Chocolate makers usually take extra care when they try to temper the chocolates. Natural chocolates don’t look glossy and firm; it must go through the process of tempering to get delightful appearance and luscious taste. Appearance of huge crystals can also be avoided through tempering; these huge crystals could ruin the texture of the chocolate.
The bars that we purchase from the store already have that fine quality so that means they’ve already been tempered. In order for the chocolate to look like this, it should be melted and cooled and reheated properly at the right temperatures, to make them flexible enough for any kind of dipping and shaping.
Real chocolate candy should be made from cocoa butter; it is the one responsible for the richness and buttery texture of the chocolate. The liquor that comes from the roasted and ground cocoa beans have 60% cocoa butter in it.
On the other hand the cocoa butter also contains fatty acids which form into six different crystal formations. It’s very important that you maintain the proper temperatures during tempering since a different type of crystal, other than the Type V, may proliferate during the process of crystallization. The one responsible for the fine quality of the chocolate is the Type V crystals.
Tempering the chocolate involves a warm up, a cool down and a re-heat of chocolates as well as working the chocolate at certain temperatures to be able to come up with the Type V crystals. Type IV crystals can form with the Type V so it’s important to maintain precise chocolate temperatures. These Type IV crystals have the same attractive shine but can make the chocolate melt quickly.

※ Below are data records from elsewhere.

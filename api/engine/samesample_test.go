package engine_test

import (
	"context"
	"encoding/json"
	"fmt"
	"maps"
	"slices"
	"testing"
	"time"

	"github.com/deadspace-fhir/deadspace/api/engine"
	"github.com/deadspace-fhir/deadspace/api/engine/enginetest"
	"github.com/deadspace-fhir/deadspace/api/store/boltstore"
	"github.com/deadspace-fhir/deadspace/derive"
	"github.com/deadspace-fhir/deadspace/fhir/decode"
	"github.com/deadspace-fhir/deadspace/fhir/encode"
)

// panelObs is an arterial blood gas panel (LOINC 24336-0) whose PaCO2 is
// its 2019-8 component.
func panelObs(id string, v float64, at, updated time.Time) json.RawMessage {
	return json.RawMessage(fmt.Sprintf(`{"resourceType":"Observation","id":"%s","meta":{"versionId":"1","lastUpdated":"%s"},"status":"final",`+
		`"code":{"coding":[{"system":"http://loinc.org","code":"24336-0"}]},"subject":{"reference":"Patient/w1"},"effectiveDateTime":"%s",`+
		`"component":[{"code":{"coding":[{"system":"http://loinc.org","code":"2019-8"}]},"valueQuantity":{"value":%g,"unit":"mm[Hg]","system":"http://unitsofmeasure.org","code":"mm[Hg]"}}]}`,
		id, updated.UTC().Format(time.RFC3339), at.UTC().Format(time.RFC3339), v))
}

// TestSameSampleOneSeriesWhicheverArrivesFirst: a laboratory sends one
// arterial sample as the panel and as a separate PaCO2 Observation, in
// either order and in separate notifications. The live engine ends with
// one series per derived code, filed under the same blood gas (the one
// derive prefers, whatever arrived first), with the key that cites both
// reports: the one replay computes. When the report derive does not
// prefer arrived first, the values written from it alone are withdrawn
// once the other arrives, and nothing else is written twice. The rule
// (one sample, one set of values) is common practice.
func TestSameSampleOneSeriesWhicheverArrivesFirst(t *testing.T) {
	at := time.Now().Add(-time.Hour).Truncate(time.Minute)
	updated := at.Add(10 * time.Minute)
	panel := panelObs("gas-a", 42, at, updated)
	separate := obs("gas-b", "1", "final", "2019-8", "mm[Hg]", 42, at, updated)
	var et []json.RawMessage
	for m := -2; m <= 2; m++ {
		et = append(et, obs(fmt.Sprintf("et%d", m+2), "1", "final", "19891-1", "mm[Hg]", 36, at.Add(time.Duration(m)*time.Minute), updated))
	}
	wantSeries := func(code derive.Code) string {
		s, err := encode.GasSeries(code, "Observation/gas-a")
		if err != nil {
			t.Fatal(err)
		}
		return s
	}
	cases := []struct {
		name      string
		first     json.RawMessage
		second    json.RawMessage
		withdrawn int // series withdrawn on the way
	}{
		{"the panel first", panel, separate, 0},
		{"the separate PaCO2 first", separate, panel, 2}, // gradient and alveolar fraction from it alone
	}
	final := make([]map[string]string, len(cases))
	for i, tc := range cases {
		t.Run(tc.name, func(t *testing.T) {
			st := enginetest.OpenStore(t, boltstore.Options{NoSync: true})
			eng, err := engine.New(engine.Config{Store: st, Decoder: decode.New(decode.Options{}), Encoder: enginetest.Encoder(t), Derive: derive.DefaultConfig()})
			if err != nil {
				t.Fatal(err)
			}
			ctx := context.Background()
			for _, raws := range [][]json.RawMessage{append(slices.Clone(et), tc.first), {tc.second}} {
				if _, err := eng.Ingest(ctx, "test", raws); err != nil {
					t.Fatal(err)
				}
				if err := eng.EvaluateNow(ctx); err != nil {
					t.Fatal(err)
				}
			}
			recs, err := eng.Derivations(ctx, "Patient/w1", time.Time{}, at.Add(time.Hour), "", 100)
			if err != nil {
				t.Fatal(err)
			}
			live := map[string]string{}
			withdrawn := 0
			for _, r := range recs {
				if r.Status == "entered-in-error" {
					withdrawn++
					continue
				}
				if r.Series != wantSeries(r.Code) {
					t.Errorf("%s filed under series %s, want the panel's %s", r.Code, r.Series, wantSeries(r.Code))
				}
				if _, dup := live[string(r.Code)]; dup {
					t.Errorf("%s written twice for one sample", r.Code)
				}
				live[string(r.Code)] = r.Key
				rec, err := eng.Derivation(ctx, r.Key)
				if err != nil {
					t.Fatal(err)
				}
				ex, err := eng.Explain(ctx, rec)
				if err != nil {
					t.Fatal(err)
				}
				cited := map[string]bool{ex.Derivation.Gas.Ref: true}
				for _, s := range ex.Derivation.Used {
					if s.Kind == derive.KindPaCO2 {
						for _, rd := range s.Readings {
							cited[rd.Ref] = true
						}
					}
				}
				if !cited["Observation/gas-a/_history/1"] || !cited["Observation/gas-b/_history/1"] {
					t.Errorf("%s cites %v, want both reports of the sample", r.Code, slices.Sorted(maps.Keys(cited)))
				}
			}
			if len(live) == 0 {
				t.Fatal("nothing derived")
			}
			if withdrawn != tc.withdrawn {
				t.Errorf("%d series withdrawn, want %d", withdrawn, tc.withdrawn)
			}
			final[i] = live
		})
	}
	if !maps.Equal(final[0], final[1]) {
		t.Errorf("the final values depend on the order of arrival:\n%v\n%v", final[0], final[1])
	}
}

// TestLaterBloodGasTakesBackAnAdjustedPaCO2: a separate
// temperature-adjusted PaCO2 (32771-8) 40 s after a blood gas is that
// sample's until a second syringe sampled 80 s after the first arrives;
// then it is as near both and neither uses it. The live engine derives
// the first blood gas again when the second arrives (a blood gas reaches
// 2 min either side), as replay of the same data would derive it. The
// rule (neither, when as near) is a design choice.
func TestLaterBloodGasTakesBackAnAdjustedPaCO2(t *testing.T) {
	at := time.Now().Add(-time.Hour).Truncate(time.Minute)
	updated := at.Add(10 * time.Minute)
	st := enginetest.OpenStore(t, boltstore.Options{NoSync: true})
	eng, err := engine.New(engine.Config{Store: st, Decoder: decode.New(decode.Options{}), Encoder: enginetest.Encoder(t), Derive: derive.DefaultConfig()})
	if err != nil {
		t.Fatal(err)
	}
	ctx := context.Background()
	first := []json.RawMessage{
		obs("gas-1", "1", "final", "2019-8", "mm[Hg]", 42, at, updated),
		obs("adj", "1", "final", "32771-8", "mm[Hg]", 36, at.Add(40*time.Second), updated),
	}
	for m := -2; m <= 3; m++ {
		first = append(first, obs(fmt.Sprintf("et%d", m+2), "1", "final", "19891-1", "mm[Hg]", 30, at.Add(time.Duration(m)*time.Minute), updated))
	}
	paco2 := func() float64 {
		t.Helper()
		recs, err := eng.Derivations(ctx, "Patient/w1", time.Time{}, at.Add(time.Hour), "", 100)
		if err != nil {
			t.Fatal(err)
		}
		for _, r := range recs {
			if r.Code != derive.CodeGradient || r.Status == "entered-in-error" || !r.EffectiveAt.Equal(at) {
				continue
			}
			ex, err := eng.Explain(ctx, r)
			if err != nil {
				t.Fatal(err)
			}
			return ex.Derivation.PaCO2
		}
		t.Fatal("no gradient of the first blood gas")
		return 0
	}
	for i, raws := range [][]json.RawMessage{first, {obs("gas-2", "1", "final", "2019-8", "mm[Hg]", 48, at.Add(80*time.Second), updated)}} {
		if _, err := eng.Ingest(ctx, "test", raws); err != nil {
			t.Fatal(err)
		}
		if err := eng.EvaluateNow(ctx); err != nil {
			t.Fatal(err)
		}
		want := []float64{36, 42}[i]
		if got := paco2(); got != want {
			t.Errorf("after step %d the first blood gas uses PaCO2 %v, want %v", i+1, got, want)
		}
	}
}
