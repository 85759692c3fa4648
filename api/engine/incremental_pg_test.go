package engine_test

import (
	"context"
	"encoding/json"
	"fmt"
	"log/slog"
	"math/rand/v2"
	"slices"
	"sync"
	"sync/atomic"
	"testing"
	"time"

	"github.com/deadspace-fhir/deadspace/api/engine"
	"github.com/deadspace-fhir/deadspace/api/engine/enginetest"
	"github.com/deadspace-fhir/deadspace/api/store"
	"github.com/deadspace-fhir/deadspace/api/store/pgstore"
	"github.com/deadspace-fhir/deadspace/api/store/pgstore/pgtest"
	"github.com/deadspace-fhir/deadspace/derive"
	"github.com/deadspace-fhir/deadspace/fhir/decode"
	"github.com/jackc/pgx/v5"
)

// sharedRangeCounting is rangeCounting over PostgreSQL, whose replica
// methods (store.Replicated) the engine sees through it; it also counts
// the reads of every input of a patient (whole). The replicas share the
// counts.
type sharedRangeCounting struct {
	*pgstore.Store
	whole, ranged, commits *atomic.Int64
}

func (r sharedRangeCounting) Inputs(ctx context.Context, subject string) ([]store.Input, error) {
	r.whole.Add(1)
	return r.Store.Inputs(ctx, subject)
}

func (r sharedRangeCounting) InputsFrom(ctx context.Context, subject string, from time.Time) ([]store.Input, error) {
	r.ranged.Add(1)
	return r.Store.InputsFrom(ctx, subject, from)
}

func (r sharedRangeCounting) Commit(ctx context.Context, c store.Change, now time.Time) error {
	r.commits.Add(1)
	return r.Store.Commit(ctx, c, now)
}

// TestReplicasAgreeWithReplay: two replicas share PostgreSQL; each batch
// of the streams of TestIncrementalAgreesWithReplay,
// TestIncrementalAgreesWithReplayForEveryKind and
// TestIncrementalAgreesWithReplayDuringOpenEpisodes reaches one of them, drawn at
// random, and one or both evaluate after it. A replica resumes its fall
// detector from the state it kept only while no other replica evaluated
// the patient since (store.Dirty.Cleared): whatever the interleaving, the
// values recorded must be replay's.
func TestReplicasAgreeWithReplay(t *testing.T) {
	t.Parallel()
	for _, c := range []struct {
		name     string
		items    func() ([]arrival, time.Time, []string)
		minFalls int
	}{
		{"falls and rises", fallsAndRises, 4},
		{"every kind", everyKind, 2},
		{"changes during open episodes", changesDuringOpenEpisodes, 4},
	} {
		for seed := range uint64(5) {
			t.Run(fmt.Sprintf("%s/order %d", c.name, seed), func(t *testing.T) {
				t.Parallel()
				items, base, subjects := c.items()
				stream := arrivalOrder(items, seed)
				url := pgtest.NewSchema(t)
				var whole, ranged, commits atomic.Int64
				replica := func(name string) *engine.Engine {
					ps, err := pgstore.Open(t.Context(), url, pgstore.Options{Holder: name})
					if err != nil {
						t.Fatal(err)
					}
					t.Cleanup(func() { _ = ps.Close() })
					eng, err := engine.New(engine.Config{
						Store: sharedRangeCounting{ps, &whole, &ranged, &commits}, Decoder: decode.New(decode.Options{}),
						Encoder: enginetest.Encoder(t), Derive: derive.DefaultConfig(),
						Now: func() time.Time { return base.Add(8 * time.Hour) },
					})
					if err != nil {
						t.Fatal(err)
					}
					return eng
				}
				replicas := []*engine.Engine{replica("replica-a"), replica("replica-b")}
				rng := rand.New(rand.NewPCG(seed, 11))
				ctx := context.Background()
				for from := 0; from < len(stream); from += 9 {
					if _, err := replicas[rng.IntN(2)].Ingest(ctx, "test", stream[from:min(from+9, len(stream))]); err != nil {
						t.Fatal(err)
					}
					// Mostly the same replica evaluates again, as a patient
					// tends to; now and then the other, or both.
					first := 0
					if rng.IntN(4) == 0 {
						first = 1
					}
					if err := replicas[first].EvaluateNow(ctx); err != nil {
						t.Fatal(err)
					}
					if rng.IntN(6) == 0 {
						if err := replicas[1-first].EvaluateNow(ctx); err != nil {
							t.Fatal(err)
						}
					}
				}
				n := sameAsReplay(t, replicas[0], stream, base, subjects, c.minFalls)
				// Both kinds of evaluation must have happened: resumed
				// (a range read) and whole (after the other replica's).
				if whole.Load() < 3 || ranged.Load() < 3 {
					t.Errorf("%d whole reads and %d range reads: the test did not exercise both kinds of evaluation", whole.Load(), ranged.Load())
				}
				t.Logf("%d values agree; %d evaluations, %d whole reads, %d range reads", n, commits.Load(), whole.Load(), ranged.Load())
			})
		}
	}
}

// committedBy records which replica committed each patient's evaluations.
type committedBy struct {
	*pgstore.Store
	name string
	mu   *sync.Mutex
	by   map[string]map[string]int // subject → replica → commits
}

func (c committedBy) Commit(ctx context.Context, ch store.Change, now time.Time) error {
	err := c.Store.Commit(ctx, ch, now)
	if err == nil {
		c.mu.Lock()
		if c.by[ch.Subject] == nil {
			c.by[ch.Subject] = map[string]int{}
		}
		c.by[ch.Subject][c.name]++
		c.mu.Unlock()
	}
	return err
}

// TestPatientsStayWithTheReplicaThatEvaluatedThem: three replicas run
// their evaluation loops over one PostgreSQL database and notifications
// reach them at random, as behind a load balancer. The replica that
// evaluates a patient first evaluates it from then on, so it goes on from
// the fall detector state and the falls it holds instead of starting over
// (store.Dirty.EvaluatedElsewhere; Config.OwnerGrace). When that replica
// stalls (it says it runs but evaluates nothing), another takes the
// patient once the grace has passed; when a replica stops, another takes
// its patients at once; and the values are still replay's.
func TestPatientsStayWithTheReplicaThatEvaluatedThem(t *testing.T) {
	t.Parallel()
	items, base, subjects := fallsAndRises()
	stream := arrivalOrder(items, 3)
	url := pgtest.NewSchema(t)
	// The clock runs from eight hours after the readings (they are all
	// within the retention) and the test moves it on past the grace.
	var skew atomic.Int64
	start := time.Now()
	clock := func() time.Time {
		return base.Add(8 * time.Hour).Add(time.Since(start)).Add(time.Duration(skew.Load()))
	}
	const grace = time.Minute
	var mu sync.Mutex
	by := map[string]map[string]int{}
	type replica struct {
		name string
		eng  *engine.Engine
		stop context.CancelFunc
		done chan struct{}
	}
	var replicas []*replica
	for _, name := range []string{"replica-a", "replica-b", "replica-c"} {
		ps, err := pgstore.Open(t.Context(), url, pgstore.Options{Holder: name})
		if err != nil {
			t.Fatal(err)
		}
		t.Cleanup(func() { _ = ps.Close() })
		eng, err := engine.New(engine.Config{
			Store: committedBy{ps, name, &mu, by}, Decoder: decode.New(decode.Options{}),
			Encoder: enginetest.Encoder(t), Derive: derive.DefaultConfig(), Now: clock, OwnerGrace: grace,
			Logger: slog.New(slog.NewTextHandler(tWriter{t, name}, nil)),
		})
		if err != nil {
			t.Fatal(err)
		}
		ctx, stop := context.WithCancel(context.Background())
		r := &replica{name: name, eng: eng, stop: stop, done: make(chan struct{})}
		go func() {
			defer close(r.done)
			_ = eng.Run(ctx)
		}()
		t.Cleanup(func() { stop(); <-r.done })
		replicas = append(replicas, r)
	}
	probe, err := pgstore.Open(t.Context(), url, pgstore.Options{Holder: "probe"})
	if err != nil {
		t.Fatal(err)
	}
	t.Cleanup(func() { _ = probe.Close() })
	quiet := func(step string) {
		t.Helper()
		deadline := time.Now().Add(30 * time.Second)
		for {
			dirty, err := probe.DirtyPatients(context.Background())
			if err != nil {
				t.Fatal(err)
			}
			if len(dirty) == 0 {
				return
			}
			if time.Now().After(deadline) {
				t.Fatalf("%s: still dirty after 30 s: %+v (now %v)", step, dirty, clock())
			}
			time.Sleep(10 * time.Millisecond)
		}
	}
	rng := rand.New(rand.NewPCG(3, 17))
	ctx := context.Background()
	half := len(stream) / 2
	for from := 0; from < half; from += 9 {
		if _, err := replicas[rng.IntN(3)].eng.Ingest(ctx, "test", stream[from:min(from+9, half)]); err != nil {
			t.Fatal(err)
		}
		quiet("first half")
	}
	owners := map[string]string{}
	mu.Lock()
	for _, subject := range subjects {
		if len(by[subject]) != 1 {
			t.Errorf("%s was evaluated by %v; want one replica throughout", subject, by[subject])
		}
		for name, n := range by[subject] {
			owners[subject] = name
			if n < 5 {
				t.Errorf("%s: %d evaluations; the test should evaluate each patient many times", subject, n)
			}
		}
	}
	mu.Unlock()

	// The first patient's replica stalls: it still says it runs (its row is
	// put back after it stopped) but evaluates nothing. The rest of the
	// stream reaches the others, and the patient waits for it until the
	// grace has passed.
	gone := owners[subjects[0]]
	var alive []*replica
	for _, r := range replicas {
		if r.name == gone {
			r.stop()
			<-r.done
			continue
		}
		alive = append(alive, r)
	}
	conn, err := pgx.Connect(ctx, url)
	if err != nil {
		t.Fatal(err)
	}
	defer conn.Close(ctx)
	if _, err := conn.Exec(ctx, `INSERT INTO replicas_alive (holder, alive_until) VALUES ($1, clock_timestamp() + interval '1 hour')
		ON CONFLICT (holder) DO UPDATE SET alive_until = EXCLUDED.alive_until`, gone); err != nil {
		t.Fatal(err)
	}
	for from := half; from < len(stream); from += 9 {
		if _, err := alive[rng.IntN(len(alive))].eng.Ingest(ctx, "test", stream[from:min(from+9, len(stream))]); err != nil {
			t.Fatal(err)
		}
	}
	time.Sleep(200 * time.Millisecond)
	if d, err := probe.DirtyPatients(ctx); err != nil || !slices.ContainsFunc(d, func(d store.Dirty) bool { return d.Subject == subjects[0] }) {
		t.Errorf("the stalled replica's patient was taken before the grace passed: dirty %+v, %v", d, err)
	}
	skew.Store(int64(2 * grace))
	// A listing after the clock moved on (a notification wakes the loop).
	if _, err := alive[0].eng.Ingest(ctx, "test", stream[len(stream)-1:]); err != nil {
		t.Fatal(err)
	}
	quiet("after the grace")
	taker := waitForEvaluation(t, &mu, by, subjects[0], gone)

	// The replica that took the patient over stops: it says so, and the
	// last one takes the patient's next data at once, without waiting for
	// the grace (quiet would give up long before it passes).
	var last *replica
	for _, r := range alive {
		if r.name == taker {
			r.stop()
			<-r.done
		} else {
			last = r
		}
	}
	at := base.Add(6*time.Hour + 30*time.Second)
	more := obsOf(subjects[0], "inc1-after", "1", "final", "19891-1", "mm[Hg]", 37, at, at.Add(time.Minute))
	stream = append(stream, more)
	if _, err := last.eng.Ingest(ctx, "test", []json.RawMessage{more}); err != nil {
		t.Fatal(err)
	}
	quiet("after its new replica stopped")
	waitForEvaluation(t, &mu, by, subjects[0], gone, taker)
	sameAsReplay(t, alive[0].eng, stream, base, subjects, 4)
}

// waitForEvaluation waits until a replica other than those named has
// committed an evaluation of subject, and returns its name: the count
// follows the commit's return, a moment after the mark is gone.
func waitForEvaluation(t *testing.T, mu *sync.Mutex, by map[string]map[string]int, subject string, not ...string) string {
	t.Helper()
	for deadline := time.Now().Add(5 * time.Second); ; time.Sleep(10 * time.Millisecond) {
		mu.Lock()
		seen := fmt.Sprint(by[subject])
		for name, n := range by[subject] {
			if n > 0 && !slices.Contains(not, name) {
				mu.Unlock()
				return name
			}
		}
		mu.Unlock()
		if time.Now().After(deadline) {
			t.Fatalf("no replica but %v evaluated %s: evaluations %s", not, subject, seen)
		}
	}
}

For chocolatiers, one easy way to encourage only the Type V crystals to form is by the use of a chocolate tempering machine. These kitchen appliances come with a computer software that dictates tempering and temperatures so that you won’t have to worry about them. All you need to do is place the chocolate to be melted onto the tempering bowl, dial the settings, and wait until the tempering is done to begin molding and dipping chocolates.